- _What needs to be done_
Every line from the one with "self.0.update(records);" to the one with "fn table(upper: u32, bump: f64)", including those two, is to be copied exactly; all other lines of the entries below are left out.

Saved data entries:
Content starts

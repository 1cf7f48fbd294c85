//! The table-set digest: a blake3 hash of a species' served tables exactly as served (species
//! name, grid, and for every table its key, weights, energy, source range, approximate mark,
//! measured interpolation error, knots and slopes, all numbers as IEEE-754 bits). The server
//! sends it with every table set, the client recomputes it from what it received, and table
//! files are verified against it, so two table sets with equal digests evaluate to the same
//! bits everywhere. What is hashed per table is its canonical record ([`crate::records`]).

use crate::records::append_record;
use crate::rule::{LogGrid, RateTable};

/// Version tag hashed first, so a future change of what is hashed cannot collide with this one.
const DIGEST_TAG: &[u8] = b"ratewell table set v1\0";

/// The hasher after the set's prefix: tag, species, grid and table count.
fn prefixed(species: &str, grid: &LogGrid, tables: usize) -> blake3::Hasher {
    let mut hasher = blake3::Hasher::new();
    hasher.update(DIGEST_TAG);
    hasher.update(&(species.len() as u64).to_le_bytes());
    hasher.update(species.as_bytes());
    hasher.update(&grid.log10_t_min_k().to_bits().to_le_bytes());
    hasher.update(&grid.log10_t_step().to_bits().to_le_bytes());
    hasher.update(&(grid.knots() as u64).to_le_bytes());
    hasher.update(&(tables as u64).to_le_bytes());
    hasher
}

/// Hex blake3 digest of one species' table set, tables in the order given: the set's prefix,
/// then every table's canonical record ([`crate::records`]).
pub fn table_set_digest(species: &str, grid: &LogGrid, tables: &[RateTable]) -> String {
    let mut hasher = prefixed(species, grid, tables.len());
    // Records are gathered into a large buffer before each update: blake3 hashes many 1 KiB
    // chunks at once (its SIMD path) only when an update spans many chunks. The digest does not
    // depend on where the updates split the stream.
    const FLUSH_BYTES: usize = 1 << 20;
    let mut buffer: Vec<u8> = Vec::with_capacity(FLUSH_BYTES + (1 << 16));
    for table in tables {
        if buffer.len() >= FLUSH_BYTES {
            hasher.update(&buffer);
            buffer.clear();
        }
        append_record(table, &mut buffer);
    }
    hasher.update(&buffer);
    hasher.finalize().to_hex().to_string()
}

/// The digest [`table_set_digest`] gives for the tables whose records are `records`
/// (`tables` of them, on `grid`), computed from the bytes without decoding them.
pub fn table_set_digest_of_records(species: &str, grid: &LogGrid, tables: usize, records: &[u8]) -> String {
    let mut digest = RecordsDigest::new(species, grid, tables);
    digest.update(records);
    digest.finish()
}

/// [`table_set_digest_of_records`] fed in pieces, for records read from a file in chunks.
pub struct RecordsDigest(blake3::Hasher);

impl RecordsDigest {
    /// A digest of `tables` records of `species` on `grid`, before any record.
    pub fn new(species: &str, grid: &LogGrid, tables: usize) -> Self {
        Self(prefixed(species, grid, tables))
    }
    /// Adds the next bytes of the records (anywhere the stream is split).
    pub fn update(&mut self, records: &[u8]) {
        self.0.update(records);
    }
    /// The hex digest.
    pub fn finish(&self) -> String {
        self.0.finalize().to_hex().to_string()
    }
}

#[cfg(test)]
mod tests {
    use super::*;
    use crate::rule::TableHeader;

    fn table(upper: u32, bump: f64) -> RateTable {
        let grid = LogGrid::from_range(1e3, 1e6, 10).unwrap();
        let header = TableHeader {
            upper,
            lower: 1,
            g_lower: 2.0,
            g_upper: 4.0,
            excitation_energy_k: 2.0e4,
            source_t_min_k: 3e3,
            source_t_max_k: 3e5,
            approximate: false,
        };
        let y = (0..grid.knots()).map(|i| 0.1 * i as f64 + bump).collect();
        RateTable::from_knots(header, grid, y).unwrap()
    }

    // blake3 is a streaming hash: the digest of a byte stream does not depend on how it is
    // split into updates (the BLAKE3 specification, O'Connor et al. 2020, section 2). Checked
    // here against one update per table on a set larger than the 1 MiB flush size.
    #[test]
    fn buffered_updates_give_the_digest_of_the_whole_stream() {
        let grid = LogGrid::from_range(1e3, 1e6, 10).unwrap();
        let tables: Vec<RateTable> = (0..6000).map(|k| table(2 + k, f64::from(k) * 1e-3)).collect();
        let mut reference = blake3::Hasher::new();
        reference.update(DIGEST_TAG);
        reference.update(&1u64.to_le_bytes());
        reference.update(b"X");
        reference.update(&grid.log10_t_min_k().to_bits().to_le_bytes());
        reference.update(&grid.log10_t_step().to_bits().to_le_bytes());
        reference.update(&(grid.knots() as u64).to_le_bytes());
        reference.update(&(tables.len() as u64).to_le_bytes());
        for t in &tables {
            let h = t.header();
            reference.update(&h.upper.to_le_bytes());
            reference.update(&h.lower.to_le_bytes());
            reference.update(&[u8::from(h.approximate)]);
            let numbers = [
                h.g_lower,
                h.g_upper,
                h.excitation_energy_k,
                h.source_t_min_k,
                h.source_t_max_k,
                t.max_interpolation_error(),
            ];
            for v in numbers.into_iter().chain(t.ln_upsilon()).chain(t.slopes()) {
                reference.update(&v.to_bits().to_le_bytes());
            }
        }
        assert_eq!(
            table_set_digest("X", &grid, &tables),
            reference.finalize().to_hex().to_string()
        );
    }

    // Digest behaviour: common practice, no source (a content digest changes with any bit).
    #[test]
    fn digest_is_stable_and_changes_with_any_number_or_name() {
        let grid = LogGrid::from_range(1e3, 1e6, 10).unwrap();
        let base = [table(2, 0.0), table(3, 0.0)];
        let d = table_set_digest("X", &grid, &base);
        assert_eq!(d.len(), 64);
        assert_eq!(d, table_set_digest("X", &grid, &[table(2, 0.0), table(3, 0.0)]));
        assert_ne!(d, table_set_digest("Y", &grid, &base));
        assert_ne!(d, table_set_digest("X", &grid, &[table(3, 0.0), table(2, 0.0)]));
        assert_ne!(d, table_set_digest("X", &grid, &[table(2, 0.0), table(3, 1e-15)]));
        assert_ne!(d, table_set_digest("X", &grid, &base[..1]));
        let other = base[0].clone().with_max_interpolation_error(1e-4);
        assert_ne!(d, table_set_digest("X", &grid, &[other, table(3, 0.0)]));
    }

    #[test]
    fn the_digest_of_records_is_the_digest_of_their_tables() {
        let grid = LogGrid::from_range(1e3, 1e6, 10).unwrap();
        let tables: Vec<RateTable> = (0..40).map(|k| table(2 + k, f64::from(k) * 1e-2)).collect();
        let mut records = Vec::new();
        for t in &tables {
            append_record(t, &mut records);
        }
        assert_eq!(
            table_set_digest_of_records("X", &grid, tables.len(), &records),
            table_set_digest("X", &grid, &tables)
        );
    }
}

Content ends
Content starts

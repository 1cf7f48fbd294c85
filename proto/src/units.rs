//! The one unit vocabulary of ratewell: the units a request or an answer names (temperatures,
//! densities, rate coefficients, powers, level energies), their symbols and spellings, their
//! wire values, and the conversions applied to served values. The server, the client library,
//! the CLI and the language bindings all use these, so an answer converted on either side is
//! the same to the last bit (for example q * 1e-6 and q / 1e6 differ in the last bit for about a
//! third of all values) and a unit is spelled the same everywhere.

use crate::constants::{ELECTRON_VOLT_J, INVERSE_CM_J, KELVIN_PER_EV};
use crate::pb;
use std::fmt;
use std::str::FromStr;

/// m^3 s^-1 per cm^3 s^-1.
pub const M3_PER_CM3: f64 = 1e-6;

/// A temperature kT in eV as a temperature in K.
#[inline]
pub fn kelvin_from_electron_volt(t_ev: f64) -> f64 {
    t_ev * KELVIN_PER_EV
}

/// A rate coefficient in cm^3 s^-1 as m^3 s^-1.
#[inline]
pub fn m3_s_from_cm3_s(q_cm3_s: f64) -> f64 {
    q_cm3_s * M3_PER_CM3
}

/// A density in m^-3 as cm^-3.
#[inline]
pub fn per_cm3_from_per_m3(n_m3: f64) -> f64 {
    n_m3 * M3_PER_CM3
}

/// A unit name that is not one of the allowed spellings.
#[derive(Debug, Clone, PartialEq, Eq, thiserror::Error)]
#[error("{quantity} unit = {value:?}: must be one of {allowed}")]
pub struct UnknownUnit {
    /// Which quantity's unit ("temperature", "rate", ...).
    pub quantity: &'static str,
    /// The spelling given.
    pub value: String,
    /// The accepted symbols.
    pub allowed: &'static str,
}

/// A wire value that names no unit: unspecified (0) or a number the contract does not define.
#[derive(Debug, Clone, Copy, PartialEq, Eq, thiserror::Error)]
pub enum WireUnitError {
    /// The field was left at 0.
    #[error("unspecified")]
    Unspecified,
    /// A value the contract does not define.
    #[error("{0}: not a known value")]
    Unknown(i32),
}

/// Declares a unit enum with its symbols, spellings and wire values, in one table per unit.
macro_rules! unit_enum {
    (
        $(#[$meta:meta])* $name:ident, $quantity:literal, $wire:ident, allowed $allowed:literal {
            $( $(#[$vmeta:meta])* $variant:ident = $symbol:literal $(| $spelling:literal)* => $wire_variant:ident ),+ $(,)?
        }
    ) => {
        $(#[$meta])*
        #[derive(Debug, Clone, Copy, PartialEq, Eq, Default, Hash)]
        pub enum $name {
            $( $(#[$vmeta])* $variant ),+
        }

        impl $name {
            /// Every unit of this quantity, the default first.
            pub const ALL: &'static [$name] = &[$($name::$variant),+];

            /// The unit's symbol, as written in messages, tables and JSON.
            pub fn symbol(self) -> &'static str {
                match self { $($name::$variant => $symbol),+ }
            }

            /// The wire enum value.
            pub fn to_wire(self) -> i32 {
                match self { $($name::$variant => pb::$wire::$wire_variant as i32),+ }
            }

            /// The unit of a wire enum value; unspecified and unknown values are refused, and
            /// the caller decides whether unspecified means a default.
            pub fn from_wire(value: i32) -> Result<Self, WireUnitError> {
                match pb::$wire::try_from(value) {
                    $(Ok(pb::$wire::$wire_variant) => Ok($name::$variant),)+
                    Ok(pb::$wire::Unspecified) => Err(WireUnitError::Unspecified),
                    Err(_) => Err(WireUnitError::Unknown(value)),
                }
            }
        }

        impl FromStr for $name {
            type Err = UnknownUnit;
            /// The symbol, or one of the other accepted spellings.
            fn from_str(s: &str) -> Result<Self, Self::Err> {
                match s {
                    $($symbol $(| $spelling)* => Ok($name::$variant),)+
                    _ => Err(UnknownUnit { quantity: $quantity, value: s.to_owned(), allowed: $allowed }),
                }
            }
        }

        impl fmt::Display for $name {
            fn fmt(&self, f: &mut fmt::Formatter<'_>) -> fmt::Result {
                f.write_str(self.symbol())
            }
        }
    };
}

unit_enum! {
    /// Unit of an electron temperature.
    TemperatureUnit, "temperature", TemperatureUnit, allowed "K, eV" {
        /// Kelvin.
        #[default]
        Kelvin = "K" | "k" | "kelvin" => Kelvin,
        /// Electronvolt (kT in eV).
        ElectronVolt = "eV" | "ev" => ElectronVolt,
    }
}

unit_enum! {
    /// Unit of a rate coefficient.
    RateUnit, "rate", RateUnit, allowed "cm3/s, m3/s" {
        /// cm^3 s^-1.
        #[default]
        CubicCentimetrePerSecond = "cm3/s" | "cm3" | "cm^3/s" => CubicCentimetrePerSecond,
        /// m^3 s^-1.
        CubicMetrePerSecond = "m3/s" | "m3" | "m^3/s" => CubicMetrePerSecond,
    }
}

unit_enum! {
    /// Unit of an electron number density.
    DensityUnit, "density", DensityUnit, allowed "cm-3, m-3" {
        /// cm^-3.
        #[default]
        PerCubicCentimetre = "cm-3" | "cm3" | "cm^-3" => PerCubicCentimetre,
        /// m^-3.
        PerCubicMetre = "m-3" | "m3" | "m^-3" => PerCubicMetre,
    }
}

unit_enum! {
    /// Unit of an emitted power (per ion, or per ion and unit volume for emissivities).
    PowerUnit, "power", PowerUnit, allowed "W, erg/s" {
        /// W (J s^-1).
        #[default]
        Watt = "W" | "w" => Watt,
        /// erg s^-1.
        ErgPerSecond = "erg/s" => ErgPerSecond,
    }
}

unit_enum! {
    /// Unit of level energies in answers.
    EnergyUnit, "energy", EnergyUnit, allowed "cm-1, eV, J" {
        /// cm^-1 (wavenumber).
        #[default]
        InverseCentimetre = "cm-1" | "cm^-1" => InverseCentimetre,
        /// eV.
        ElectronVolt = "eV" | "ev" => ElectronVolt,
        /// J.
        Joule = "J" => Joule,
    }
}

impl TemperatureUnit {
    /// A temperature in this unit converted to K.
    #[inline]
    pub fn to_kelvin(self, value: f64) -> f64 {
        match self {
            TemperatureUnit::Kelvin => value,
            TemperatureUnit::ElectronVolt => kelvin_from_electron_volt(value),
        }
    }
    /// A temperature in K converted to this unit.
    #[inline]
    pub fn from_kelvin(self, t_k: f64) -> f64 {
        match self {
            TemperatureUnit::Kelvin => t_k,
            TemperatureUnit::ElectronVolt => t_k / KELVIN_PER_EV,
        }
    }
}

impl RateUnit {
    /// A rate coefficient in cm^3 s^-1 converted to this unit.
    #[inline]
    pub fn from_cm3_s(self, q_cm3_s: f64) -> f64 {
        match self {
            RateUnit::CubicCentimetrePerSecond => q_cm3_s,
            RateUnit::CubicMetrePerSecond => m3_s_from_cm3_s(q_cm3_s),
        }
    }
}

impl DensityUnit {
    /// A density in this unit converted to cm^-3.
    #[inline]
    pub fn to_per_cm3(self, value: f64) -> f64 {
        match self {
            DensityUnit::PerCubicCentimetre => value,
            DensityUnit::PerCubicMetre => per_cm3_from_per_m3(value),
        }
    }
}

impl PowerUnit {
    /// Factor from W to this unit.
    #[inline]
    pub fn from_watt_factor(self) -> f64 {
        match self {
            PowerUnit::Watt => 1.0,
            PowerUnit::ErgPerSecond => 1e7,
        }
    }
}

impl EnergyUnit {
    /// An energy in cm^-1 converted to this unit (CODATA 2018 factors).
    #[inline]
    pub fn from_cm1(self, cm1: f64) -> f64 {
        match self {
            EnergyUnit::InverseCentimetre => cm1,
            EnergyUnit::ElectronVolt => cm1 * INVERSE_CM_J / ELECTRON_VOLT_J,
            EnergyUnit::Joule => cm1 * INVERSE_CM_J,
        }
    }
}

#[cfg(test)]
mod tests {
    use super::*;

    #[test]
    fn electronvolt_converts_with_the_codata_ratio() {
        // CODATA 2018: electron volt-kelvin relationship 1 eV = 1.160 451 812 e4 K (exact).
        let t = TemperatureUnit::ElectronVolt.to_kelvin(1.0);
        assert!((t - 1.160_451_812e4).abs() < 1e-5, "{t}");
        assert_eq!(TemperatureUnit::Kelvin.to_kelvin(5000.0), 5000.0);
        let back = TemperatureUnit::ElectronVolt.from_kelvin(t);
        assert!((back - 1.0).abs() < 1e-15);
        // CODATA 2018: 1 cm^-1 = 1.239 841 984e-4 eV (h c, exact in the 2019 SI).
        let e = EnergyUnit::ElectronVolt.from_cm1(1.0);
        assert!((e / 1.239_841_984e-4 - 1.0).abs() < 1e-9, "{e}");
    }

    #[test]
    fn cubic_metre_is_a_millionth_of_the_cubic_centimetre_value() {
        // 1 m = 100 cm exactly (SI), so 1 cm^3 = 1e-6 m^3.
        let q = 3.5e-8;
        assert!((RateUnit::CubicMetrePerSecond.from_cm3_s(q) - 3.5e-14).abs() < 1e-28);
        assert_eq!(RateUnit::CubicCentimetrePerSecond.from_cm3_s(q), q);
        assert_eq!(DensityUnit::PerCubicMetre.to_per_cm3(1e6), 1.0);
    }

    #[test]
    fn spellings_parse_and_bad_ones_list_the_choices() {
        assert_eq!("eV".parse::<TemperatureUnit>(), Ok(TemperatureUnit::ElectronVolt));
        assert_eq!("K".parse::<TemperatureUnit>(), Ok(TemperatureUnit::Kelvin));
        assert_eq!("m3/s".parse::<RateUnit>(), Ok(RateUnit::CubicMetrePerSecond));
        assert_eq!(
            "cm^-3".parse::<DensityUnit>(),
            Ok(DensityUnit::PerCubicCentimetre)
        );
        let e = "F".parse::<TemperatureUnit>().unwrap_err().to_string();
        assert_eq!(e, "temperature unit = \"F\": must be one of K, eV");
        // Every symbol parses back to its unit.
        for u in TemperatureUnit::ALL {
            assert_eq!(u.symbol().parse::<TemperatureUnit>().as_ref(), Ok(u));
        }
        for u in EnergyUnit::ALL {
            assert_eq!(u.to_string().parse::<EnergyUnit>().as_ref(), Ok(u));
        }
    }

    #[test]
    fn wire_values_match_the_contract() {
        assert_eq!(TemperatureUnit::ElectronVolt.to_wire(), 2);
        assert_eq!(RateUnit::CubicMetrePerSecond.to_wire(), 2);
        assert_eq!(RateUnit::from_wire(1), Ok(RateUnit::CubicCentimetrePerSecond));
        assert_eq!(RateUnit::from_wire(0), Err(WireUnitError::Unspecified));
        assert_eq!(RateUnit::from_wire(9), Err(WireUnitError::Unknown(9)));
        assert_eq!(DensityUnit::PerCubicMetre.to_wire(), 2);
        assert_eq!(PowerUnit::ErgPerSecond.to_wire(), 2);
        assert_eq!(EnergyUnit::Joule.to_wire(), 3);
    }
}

Content ends

- _Exercise answer_
        self.0.update(records);
    }
    /// The hex digest.
    pub fn finish(&self) -> String {
        self.0.finalize().to_hex().to_string()
    }
}

#[cfg(test)]
mod tests {
    use super::*;
    use crate::rule::TableHeader;

    fn table(upper: u32, bump: f64) -> RateTable {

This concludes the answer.